Un amigo me comentó que hay tres
tipos de personas y lo voy a compartir. Los dignos, que intentar evitar que
llegue el desastre. Los blandengues, que sólo se mueven cuando el desastre les
toca. Y la escoria, que ni siquiera se mueven cuando el desastre les cae
encima. Y terminaba con una terrible reflexión. La sociedad española, en una
gran mayoría, ya es escoria. Si no les gusta, pueden dejar de leer, que me va
una higa en ello. Ni vivo de esto, ni quiero su aprobación. Escribo sólo por un
motivo. Cuando todo se vaya al zurullo, y pongan esa cara de membrillo pasado,
que tanto se ve en la sociedad española hoy en día, y se pregunten qué ha
pasado, aunque me toque vivir el desastre, al menos sabré que estuve en el
lugar de quienes os avisaron, y que caiga sobre vosotros mi desdén (y espero
que lo entiendan… este tuteo es muestra de mi desprecio y asco).
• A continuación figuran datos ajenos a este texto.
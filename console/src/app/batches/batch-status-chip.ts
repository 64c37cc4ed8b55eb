import { ChangeDetectionStrategy, Component, computed, input } from '@angular/core';

import type { Batch } from '../core/api-types.js';
import { statusText } from './batch-status.js';

/** A job's status as a small coloured label; the colour only repeats what the word says. */
@Component({
  selector: 'tw-batch-status-chip',
  host: { class: 'tw-batch-chip', '[attr.data-status]': 'batch().status', 'data-testid': 'batch-status' },
  template: `{{ text() }}`,
  styles: `
    :host {
      display: inline-block;
      padding: 2px 10px;
      border-radius: 8px;
      font: var(--mat-sys-label-medium);
      white-space: nowrap;
      background: var(--mat-sys-surface-container-highest);
      color: var(--mat-sys-on-surface);
    }
    :host([data-status='running']),
    :host([data-status='queued']) {
      background: var(--mat-sys-tertiary-container);
      color: var(--mat-sys-on-tertiary-container);
    }
    :host([data-status='succeeded']) {
      background: var(--mat-sys-primary-container);
      color: var(--mat-sys-on-primary-container);
    }
    :host([data-status='failed']),
    :host([data-status='stopped']) {
      background: var(--mat-sys-error-container);
      color: var(--mat-sys-on-error-container);
    }
  `,
  changeDetection: ChangeDetectionStrategy.OnPush,
})
export class BatchStatusChip {
  readonly batch = input.required<Pick<Batch, 'status' | 'stopReason'>>();
  protected readonly text = computed(() => statusText(this.batch()));
}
No voy a hablar de la indignidad de
los políticos, ni de los altos mandos de las fuerzas armadas, que si tuvieran
un mínimo de dignidad con el juramento que hicieron, presentaría su renuncia y
su pase a la reserva en masa. Ni de la indignidad de altos funcionarios de
Estado, o miembros de la policía que disparan al aire cuando el pueblo se
levanta para defender su tierra, su sangre. Tampoco de miopes empresaurios,
que con tal de mantener a cortísimo plazo su cuenta de resultados, estarían
dispuestos a vender a sus hijas en un zoco (¿tan poco habéis aprendido de los
chinos?). Y me niego hablar de las OMG (Organizaciones de Manipulación
Globalista) que no están nunca para ayudar a los españoles cuando lo necesitan,
y corren a defender a los invasores (con el dinero de sus impuestos, por
supuesto) ¿Para qué voy a hablar de eso? El sistema del 78, estructurado por
los enemigos de siempre, ha llegado a su fin, y, o forzamos que cambie ahora, o
llegará un tiempo en que alguien lo cambie con sangre.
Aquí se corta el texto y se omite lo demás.